So, how was the dinner
Just like the ex wife, cold, fatty, and expensive.
There is something just so refreshing and wonderful about an uninterrupted morning poop in the office.
i justawanted to let you know that illi aalways be thwew for ui and o qill waasag youer dog whenebvet u wsnt
you know what scares the shit out of me? i have eaten bagel bites since i was a little kid and just in the past five years they started puting "made with real cheese" WHAT THE FUCK WERE THEY USING BEFORE? i mean ive been a bagel biter since the womb
We totally just fucked in a closet. These vacations with his family are causing creativity I never thought I had.
turkey basters and jungle juice, is that really the whole shopping list for new year's?
My summer fucks are coming back to haunt me with a vengeance.

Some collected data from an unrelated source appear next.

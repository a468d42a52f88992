import type { Page } from '@playwright/test';
import { deskOf, expect, test } from './support';

// Pages of other roles answer 403 on purpose.
test.use({ expectedErrors: [/status of 403/] });

async function draft(page: Page): Promise<string> {
  await page.goto('/releases');
  await page.getByRole('row').filter({ hasText: 'Norwater Polls' }).getByRole('link').first().click();
  await page
    .getByRole('link', { name: /Draft a sheet/ })
    .first()
    .click();
  await page.getByRole('radio').first().check();
  await page.getByRole('button', { name: 'Draft the sheet' }).click();
  await page.waitForURL(/\/lines\/[\w-]{22}$/);
  return page.url();
}

test('two people work on one sheet: a time, a comment, who is there, a reason for a line, then agreement', async ({
  browser,
}) => {
  test.setTimeout(180_000);
  const reporter = await deskOf(browser, 'Rhea Quill');
  const editor = await deskOf(browser, 'Marten Reed');
  const sheet = await draft(reporter);
  await reporter.getByText('When it is wanted', { exact: true }).click();
  await reporter.getByLabel('Wanted by').fill('2031-05-04T11:30');
  await reporter.getByRole('button', { name: 'Set', exact: true }).click();
  await expect(reporter.getByText(/^Wanted by 4 May 2031, 11:30/)).toBeVisible();
  await reporter.getByRole('button', { name: 'File', exact: true }).click();
  await expect(reporter.getByText('You filed this; somebody else reads it.')).toBeVisible();

  await editor.goto(sheet);
  await expect(editor.getByText('Rhea Quill has this sheet open too.')).toBeVisible();
  await editor.getByText('Comments (0 open)').click();
  await editor.getByLabel(/^Its words/).fill('Alder');
  await editor.getByLabel('What about them?').fill('Name the pollster first.');
  await editor.getByRole('button', { name: 'Comment', exact: true }).click();
  await expect(editor.getByText('Comments (1 open)')).toBeVisible();
  await editor.keyboard.press('Escape');
  const mark = editor.getByRole('link', { name: 'Alder comment 1' });
  await expect(mark).toHaveAccessibleDescription('Comment 1 by Marten Reed: Name the pollster first.');
  await mark.press('Enter');
  await expect(editor.getByRole('listitem').filter({ hasText: 'Name the pollster first.' })).toBeFocused();
  await editor.keyboard.press('Escape');
  await editor.getByRole('button', { name: 'Send back' }).click();
  const dialog = editor.getByRole('dialog');
  await dialog.getByText('Reasons for single lines').click();
  await dialog.getByLabel('Body sentence').fill('The base is missing.');
  await dialog.getByRole('button', { name: 'Send back' }).click();
  await expect(editor.getByRole('heading', { name: 'Sent back to Rhea Quill' })).toBeVisible();

  await reporter.goto(sheet);
  await expect(reporter.getByText('The base is missing.')).toBeVisible();
  await reporter.getByRole('button', { name: /^Settle/ }).click();
  await expect(reporter.getByText(/^Settled by Rhea Quill/)).toBeVisible();
  await reporter.getByRole('button', { name: 'File', exact: true }).click();
  await expect(reporter.getByText('You filed this; somebody else reads it.')).toBeVisible();
  await editor.goto(sheet);
  await editor.getByRole('button', { name: 'Clear for publication' }).click();
  await expect(editor.getByText('Cleared for publication.').first()).toBeVisible();
});

test('the fullest filed sheet is read at 1280 by 800 without scrolling, and fits a phone', async ({
  browser,
}) => {
  const editor = await deskOf(browser, 'Marten Reed');
  await editor.setViewportSize({ width: 1280, height: 800 });
  await editor.goto('/lines');
  await editor
    .getByRole('link', { name: /^Alder 49% in poll by Kelmouth Research/ })
    .first()
    .click();
  await editor.waitForURL(/\/lines\/[\w-]{22}$/);
  const parts = [
    editor.getByRole('region', { name: 'Headline claim' }),
    editor.getByRole('region', { name: 'Method note' }),
    editor.getByRole('region', { name: 'Alt text' }),
    editor.locator('.verdict'),
    editor.getByText('Test of the change', { exact: true }),
    editor.getByText('Read in', { exact: true }),
    editor.getByText('Ticked', { exact: true }),
    editor.getByText(/^Disclosure: \d+ of 12 known/),
    editor.getByText('Bans', { exact: true }),
    editor.getByText('Embeds held', { exact: true }),
    editor.getByRole('link', { name: /comment 1$/ }),
    editor.getByRole('button', { name: 'Clear for publication' }),
  ];
  for (const part of parts) {
    await expect(part).toBeVisible();
    const box = (await part.boundingBox())!;
    expect(box.y, `${part}`).toBeGreaterThanOrEqual(0);
    expect(box.y + box.height, `${part}`).toBeLessThanOrEqual(800);
  }
  const heightOf = () => editor.evaluate(() => document.documentElement.scrollHeight);
  expect(await heightOf()).toBeLessThanOrEqual(800);
  // The bar is at the foot of the page, and lies over none of the words.
  const [print, bar] = await Promise.all(
    [editor.locator('.reading-print'), editor.getByRole('region', { name: 'Next step' })].map((place) =>
      place.boundingBox(),
    ),
  );
  expect(print!.y + print!.height).toBeLessThanOrEqual(bar!.y);

  await editor.setViewportSize({ width: 320, height: 640 });
  const over = await editor.evaluate(
    () => document.documentElement.scrollWidth - document.documentElement.clientWidth,
  );
  expect(over).toBeLessThanOrEqual(0);
});

test('the keys of a sheet go to their places and press nothing; ? opens their list', async ({ browser }) => {
  test.setTimeout(120_000);
  const reporter = await deskOf(browser, 'Rhea Quill');
  await draft(reporter);
  // The keys work once the page's script runs.
  await expect(async () => {
    await reporter.keyboard.press('Alt+Shift+E');
    await expect(reporter.locator('#evidence')).toBeFocused({ timeout: 500 });
  }).toPass({ timeout: 20_000 });
  await reporter.keyboard.press('Alt+Shift+N');
  await expect(reporter.getByRole('button', { name: 'File', exact: true })).toBeFocused();
  await expect(reporter.getByRole('heading', { name: 'Draft by Rhea Quill' })).toBeVisible();
  await reporter.keyboard.press('?');
  await expect(reporter.getByRole('dialog', { name: 'Keys of this page' })).toBeVisible();
});

test('an editor keeps the night list and the bans; others read them or are refused', async ({ browser }) => {
  test.setTimeout(150_000);
  const editor = await deskOf(browser, 'Marten Reed');
  await editor.goto('/lines/night-list');
  await editor.getByLabel('Editor', { exact: true }).selectOption({ label: 'Isolde Varn' });
  await editor.getByLabel('From').fill('00:00');
  await editor.getByLabel('To', { exact: true }).fill('23:59');
  for (const day of await editor.getByLabel('When').locator('option').allTextContents()) {
    if (!day.startsWith('Every')) continue;
    await editor.getByLabel('When').selectOption({ label: day });
    break;
  }
  await editor.getByRole('button', { name: 'Put on the list' }).click();
  await expect(editor.getByRole('row').filter({ hasText: 'Isolde Varn' })).toBeVisible();

  await editor.goto('/releases/bans');
  await editor.getByLabel('Place').fill('Lanternholm');
  await editor.getByLabel('From').fill('2031-05-01T00:00');
  await editor.getByLabel('To', { exact: true }).fill('2031-05-05T21:00');
  await editor.getByLabel('The rule').fill('Electoral code, section 7, read by our lawyers.');
  await editor.getByRole('button', { name: 'Enter the ban' }).click();
  await expect(editor.getByRole('region', { name: 'Ahead' })).toContainText('Lanternholm');
  const copyDesk = await deskOf(browser, 'Tamsin Oake');
  expect((await copyDesk.goto('/lines/night-list'))?.status()).toBe(403);
  expect((await copyDesk.goto('/releases/bans'))?.status()).toBe(200);
  await expect(copyDesk.getByRole('button', { name: 'Enter the ban' })).toHaveCount(0);
});

test('figures as printed are drafted from a release, edited by nobody and cleared by two', async ({
  browser,
}) => {
  test.setTimeout(120_000);
  const reporter = await deskOf(browser, 'Rhea Quill');
  const editor = await deskOf(browser, 'Marten Reed');
  await reporter.goto('/releases');
  await reporter.getByRole('row').filter({ hasText: 'Norwater Polls' }).getByRole('link').first().click();
  await reporter
    .getByRole('link', { name: /Draft a sheet/ })
    .first()
    .click();
  await reporter.getByRole('button', { name: 'Give the figures as printed' }).click();
  await reporter.waitForURL(/\/lines\/[\w-]{22}$/);
  await expect(reporter.getByRole('heading', { name: 'Figures as printed' })).toBeVisible();
  await reporter.getByRole('button', { name: 'File', exact: true }).click();
  await expect(reporter.getByText('You filed this; somebody else reads it.')).toBeVisible();
  await editor.goto(reporter.url());
  await editor.getByRole('button', { name: 'Clear for publication' }).click();
  await expect(editor.getByText('These words are printable.')).toBeVisible();
});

buying new sheets for when my mom visits. I can't in good conscious let her use the ones from last night
It's been two days. My balls feel like watermelons.
There was a pirates of the caribbean marathon on. No matter how much you like rum, it is NOT possible to outdrink the pirates. They always win.

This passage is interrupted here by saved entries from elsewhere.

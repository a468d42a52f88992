import AxeBuilder from '@axe-core/playwright';
import type { Page } from '@playwright/test';
import { accountWith, expect, signIn, test } from './support';

// Pages of other roles answer 403 and unknown ones 404, on purpose.
test.use({ expectedErrors: [/status of (403|404)/] });

const SCREENS: Record<string, string[]> = {
  reporter: ['/releases', '/releases/new', '/lines', '/copy-desk', '/embeds', '/history', '/account'],
  editor: ['/lines/night-list', '/releases/bans', '/house-style', '/wording-check'],
  'copy-desk': ['/copy-desk', '/embeds', '/releases'],
  administrator: ['/people', '/history', '/no-such-page'],
};

for (const [role, paths] of Object.entries(SCREENS))
  test(`what a ${role} opens has no fault that axe finds, and fits 320 px by day and night`, async ({
    page,
  }) => {
    test.setTimeout(300_000);
    await signIn(page, accountWith(role));
    for (const path of paths) await look(page, path);
    if (role !== 'reporter') return;
    for (const list of ['/releases', '/lines']) {
      await page.goto(list);
      await look(page, await firstOf(page, list));
    }
    await page.goto('/releases');
    const unprinted = page.getByRole('row').filter({ hasText: 'Bridge-toll' }).filter({ hasText: 'Quillon' });
    await unprinted.getByRole('link').click();
    await look(page, (await page.getByRole('link', { name: 'Change figures' }).getAttribute('href'))!);
  });

test('the door and a public chart have no fault that axe finds, and fit 320 px', async ({
  page,
  request,
}) => {
  for (const path of ['/sign-in', '/invitation']) await look(page, path);
  await signIn(page, accountWith('copy-desk'));
  await page.goto('/embeds');
  const address = await page.locator('main a[href*="/embed/"]').first().getAttribute('href');
  expect((await request.get(address!)).headers()['set-cookie']).toBeUndefined();
  await look(page, address!);
});

test('a page of another role is refused with 403, an unknown one with 404, and no desk page is kept by a cache', async ({
  page,
}) => {
  await signIn(page, accountWith('copy-desk'));
  for (const [path, status] of [
    ['/releases', 403],
    ['/people', 403],
    ['/history', 403],
    ['/lines', 403],
    ['/copy-desk', 200],
    ['/no-such-page', 404],
  ] as const) {
    const answer = await page.goto(path);
    expect([path, answer?.status()]).toEqual([path, status]);
    expect(answer?.headers()['cache-control']).toContain('no-store');
  }
  const refused = await page.request.get('/api/desk/queue');
  expect(refused.status()).toBe(403);
  expect(refused.headers()['content-type']).toContain('application/problem+json');
});

/** The page of the first thing in a list. */
async function firstOf(page: Page, list: string): Promise<string> {
  const links = page.locator(`main a[href^="${list}/"]`);
  await expect(links.first()).toBeVisible();
  const places = await links.evaluateAll((all) => all.map((link) => link.getAttribute('href')!));
  return places.find((place) => /\/[\w-]{22}$/.test(place))!;
}

/** One reading of a page, looked at in two widths and two kinds of light. */
async function look(page: Page, path: string): Promise<void> {
  await page.goto(path, { waitUntil: 'networkidle' });
  for (const [width, colorScheme] of [
    [1280, 'light'],
    [320, 'dark'],
  ] as const) {
    await page.setViewportSize({ width, height: 800 });
    await page.emulateMedia({ colorScheme, reducedMotion: 'reduce' });
    const { violations } = await new AxeBuilder({ page }).analyze();
    const faults = violations.map(({ id, nodes }) => `${id}: ${nodes[0]?.html}`);
    expect(faults, `${path} at ${width} px`).toEqual([]);
    const over = await page.evaluate(
      () => document.documentElement.scrollWidth - document.documentElement.clientWidth,
    );
    expect(over, `${path} scrolls sideways at ${width} px`).toBeLessThanOrEqual(0);
  }
}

My puffy vagina and I are on the way to the doctor to see what your mutant penis did to us THANKS A LOT
She just causally held my limp dick in her hand the entire movie. Her parents were cuddling on the couch too..that brave!

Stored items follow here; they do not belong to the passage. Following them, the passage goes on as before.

'use client';

import type { FormEvent } from 'react';
import { Button } from '@/components/ui/button';
import { ErrorSummary } from '@/components/ui/error-summary';
import type { ActionResult } from '@/lib/errors';
import { loadPage } from '../../../_components/load-page';
import { PasswordField } from '../../../_components/password-field';
import { faultsOf, useAction } from '../../../_components/use-action';

type Input = { current: string; next: string };

const FIELDS = { current: 'current', next: 'next' };

export function PasswordForm({ change }: { change: (input: Input) => Promise<ActionResult<void>> }) {
  const { run, isPending, failure, attempt } = useAction(change);

  const submit = async (event: FormEvent<HTMLFormElement>) => {
    event.preventDefault();
    const form = new FormData(event.currentTarget);
    const text = (name: string) => String(form.get(name) ?? '');
    const result = await run({ current: text('current'), next: text('next') });
    if (result.ok) loadPage('/sign-in?notice=password');
  };

  return (
    <form method="post" noValidate onSubmit={submit} className="mt-2 max-w-[26rem]">
      <ErrorSummary
        faults={faultsOf(failure, FIELDS)}
        attempt={attempt}
        title="The password was not changed"
      />
      <PasswordField
        id="current"
        name="current"
        label="Current password"
        autoComplete="current-password"
        required
        error={failure?.fields.current}
      />
      <PasswordField
        id="next"
        name="next"
        label="New password"
        hint="At least 15 characters. A few unrelated words are easy to keep in mind and hard to guess."
        autoComplete="new-password"
        required
        error={failure?.fields.next}
      />
      <Button type="submit" tone="primary" pending={isPending} pendingLabel="Changing…">
        Change the password
      </Button>
      <p className="field-hint mt-2">Every session of yours ends, this one too: you sign in again.</p>
    </form>
  );
}
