import type { Page } from '@playwright/test';
import { deskOf, expect, test } from './support';

// Of two who clear at once one is told that somebody was faster.
test.use({ expectedErrors: [/status of 409/] });

async function draftAndFile(page: Page): Promise<string> {
  await page.goto('/releases');
  await page.getByRole('row').filter({ hasText: 'Norwater Polls' }).getByRole('link').first().click();
  await page
    .getByRole('link', { name: /Draft a sheet/ })
    .first()
    .click();
  await page.getByRole('radio').first().check();
  await page.getByRole('button', { name: 'Draft the sheet' }).click();
  await page.waitForURL(/\/lines\/[\w-]{22}$/);
  await page.getByRole('button', { name: 'File', exact: true }).click();
  await expect(page.getByText('You filed this; somebody else reads it.')).toBeVisible();
  return page.url();
}

test('an editor who changes filed words needs the author’s agreement, given with one key', async ({
  browser,
}) => {
  test.setTimeout(120_000);
  const reporter = await deskOf(browser, 'Rhea Quill');
  const editor = await deskOf(browser, 'Marten Reed');
  const sheet = await draftAndFile(reporter);

  await editor.goto(sheet);
  await editor.getByRole('button', { name: 'Change the words' }).click();
  const body = editor.getByLabel('Body sentence', { exact: true });
  await body.fill(`${await body.inputValue()} The election is in spring.`);
  await editor.getByRole('button', { name: 'File the changed words' }).click();
  await expect(editor.getByText('You filed this; somebody else reads it.')).toBeVisible();
  await expect(editor.getByRole('button', { name: /clear/i })).toHaveCount(0);

  await reporter.goto(sheet);
  await expect(reporter.getByText('The election is in spring.').first()).toBeVisible();
  await reporter.getByRole('button', { name: 'Agree and clear' }).click();
  await expect(reporter.getByText('Cleared for publication.').first()).toBeVisible();
});

test('two editors who clear at the same moment make one clearing, and the second is told', async ({
  browser,
}) => {
  test.setTimeout(120_000);
  const reporter = await deskOf(browser, 'Rhea Quill');
  const editors = [await deskOf(browser, 'Marten Reed'), await deskOf(browser, 'Isolde Varn')];
  const sheet = await draftAndFile(reporter);
  for (const editor of editors) await editor.goto(sheet);
  await Promise.all(
    editors.map((editor) => editor.getByRole('button', { name: 'Clear for publication' }).click()),
  );
  for (const editor of editors)
    await expect(editor.getByText(/Cleared for publication\.|cleared already/).first()).toBeVisible();
  await reporter.goto(sheet);
  await expect(reporter.getByText(/cleared it/)).toHaveCount(1);
});

test('a reporter cannot clear what another reporter filed', async ({ browser }) => {
  const writer = await deskOf(browser, 'Rhea Quill');
  const other = await deskOf(browser, 'Jory Quent');
  const sheet = await draftAndFile(writer);
  await other.goto(sheet);
  await expect(other.getByText(/so an editor clears it/)).toBeVisible();
  await expect(other.getByRole('button', { name: /clear for publication/i })).toHaveCount(0);
});
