import { writeRoute } from '@/lib/auth/desk-route';
import { copyLines } from '@/lib/services/copy/copy-lines';

export const POST = writeRoute((actor, body, ctx, { id }) =>
  copyLines(actor, { ...(body instanceof Object ? body : { body }), id }, ctx),
);
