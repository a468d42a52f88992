import { spawnSync } from 'node:child_process';
import { expect, test } from '@playwright/test';
import { PASSWORD, readDatabase, signInByFetch, startServer, temporaryFolder } from './own-server';

const PORT = 3111;
/** When the process is killed: so many milliseconds after so many answers; fixed, so that it can be repeated. */
const MOMENTS = [
  { answers: 2, delay: 0 },
  { answers: 5, delay: 3 },
  { answers: 9, delay: 11 },
  { answers: 3, delay: 19 },
];

test('a kill -9 right after an answer loses nothing that was answered', async () => {
  test.setTimeout(180_000);
  const { folder, remove } = temporaryFolder();
  let acknowledged = 0;
  for (const moment of MOMENTS) {
    const server = await startServer(PORT, folder);
    const sheet = readDatabase(folder, clearedSheet);
    const cookie = await signInByFetch(server.origin, 'oake@averil-courier.example');
    const before = readDatabase(folder, countCopies);
    expect(before).toBeGreaterThanOrEqual(acknowledged);
    acknowledged = before;
    let answered = 0;
    let killed: Promise<unknown> = Promise.resolve();
    for (;;) {
      const answer = await fetch(`${server.origin}/api/desk/copy/${sheet}`, {
        method: 'POST',
        headers: { 'Content-Type': 'application/json', 'Sec-Fetch-Site': 'same-origin', Cookie: cookie },
        body: JSON.stringify({ kinds: ['caveat'], form: 'plain' }),
      }).catch(() => null);
      if (!answer) break;
      expect(answer.status).toBe(200);
      acknowledged += 1;
      answered += 1;
      if (answered === moment.answers)
        killed = new Promise((resolve) => setTimeout(() => resolve(server.end('SIGKILL')), moment.delay));
    }
    await killed;
    // In one snapshot: a commit under way at the kill may become readable only after the first look.
    const { copies: kept, records } = readDatabase(folder, countBoth);
    expect(kept).toBeGreaterThanOrEqual(acknowledged);
    // The one that was under way when the process died may be there too, never half of it.
    expect(kept).toBeLessThanOrEqual(acknowledged + 1);
    expect(records).toBe(kept);
    expect(command('record:verify', folder)).toContain('history whole');
  }
  const planned = MOMENTS.reduce((sum, { answers }) => sum + answers, 0);
  expect(acknowledged).toBeGreaterThanOrEqual(planned);
  expect(command('evidence:verify', folder)).toContain('0 problems');
  remove();
});

test('an empty newsroom is opened by whoever has the code on the console, and stops cleanly', async ({
  page,
}) => {
  test.setTimeout(120_000);
  const { folder, remove } = temporaryFolder();
  const server = await startServer(PORT, folder, ['--empty']);
  const [code] = server.printed().match(/[A-Z0-9]{5}(-[A-Z0-9]{5}){3}/)!;
  expect(readDatabase(folder, (db) => db.prepare('select count(*) from people').pluck().get())).toBe(0);
  await page.goto(server.origin);
  await page.waitForURL(/\/first$/);
  await page.getByLabel('Code from the console').fill(code);
  await page.getByLabel('Your name').fill('Ned Harrow');
  await page.getByLabel('Email', { exact: true }).fill('harrow@averil-courier.example');
  await page.getByLabel('Password', { exact: true }).fill(PASSWORD);
  await page.getByRole('button').last().click();
  await page.waitForURL(/\/sign-in/);
  await page.getByLabel('Email', { exact: true }).fill('harrow@averil-courier.example');
  await page.getByLabel('Password', { exact: true }).fill(PASSWORD);
  await page.getByRole('button', { name: 'Sign in' }).click();
  await expect(page.getByRole('heading', { level: 1 })).toHaveText('Releases');
  expect(await server.end('SIGTERM')).toBe(0);
  remove();
});

function command(name: string, folder: string): string {
  const { stdout, stderr } = spawnSync('npm', ['run', '-s', name], {
    env: { ...process.env, LEADLINE_DATA: folder, NODE_OPTIONS: '' },
    encoding: 'utf8',
  });
  return stdout + stderr;
}

const clearedSheet: Parameters<typeof readDatabase<string>>[1] = (db) =>
  db
    .prepare(
      `select s.public_id from sheets s join releases r on r.id = s.release_id
       join lines l on l.sheet_id = s.id join line_versions v on v.line_id = l.id
       where v.state = 'cleared' and r.embargo_at is null limit 1`,
    )
    .pluck()
    .get() as string;

const countCopies: Parameters<typeof readDatabase<number>>[1] = (db) =>
  db.prepare('select count(*) from copies').pluck().get() as number;

const countCopyRecords: Parameters<typeof readDatabase<number>>[1] = (db) =>
  db.prepare(`select count(*) from records where action = 'copied'`).pluck().get() as number;

const countBoth: Parameters<typeof readDatabase<{ copies: number; records: number }>>[1] = (db) =>
  db.transaction(() => ({ copies: countCopies(db), records: countCopyRecords(db) }))();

So, my ex just showed me the drunk voicemail we left him last night. Started out with me saying "I think it's Shane." Then you took my phone and started singing a song about peanut butter, train tracks, and tequila. I joined in. On the upside, he said he's totally fine with being on the drunk dial list from now on. Soooo, another tequila night??
What is my life coming to that I have to cross state lines to get laid?
We need to get Harry and Lloyd's tuxedos from Dumb and Dumber. I feel like this is a vital thing that is missing from our lives.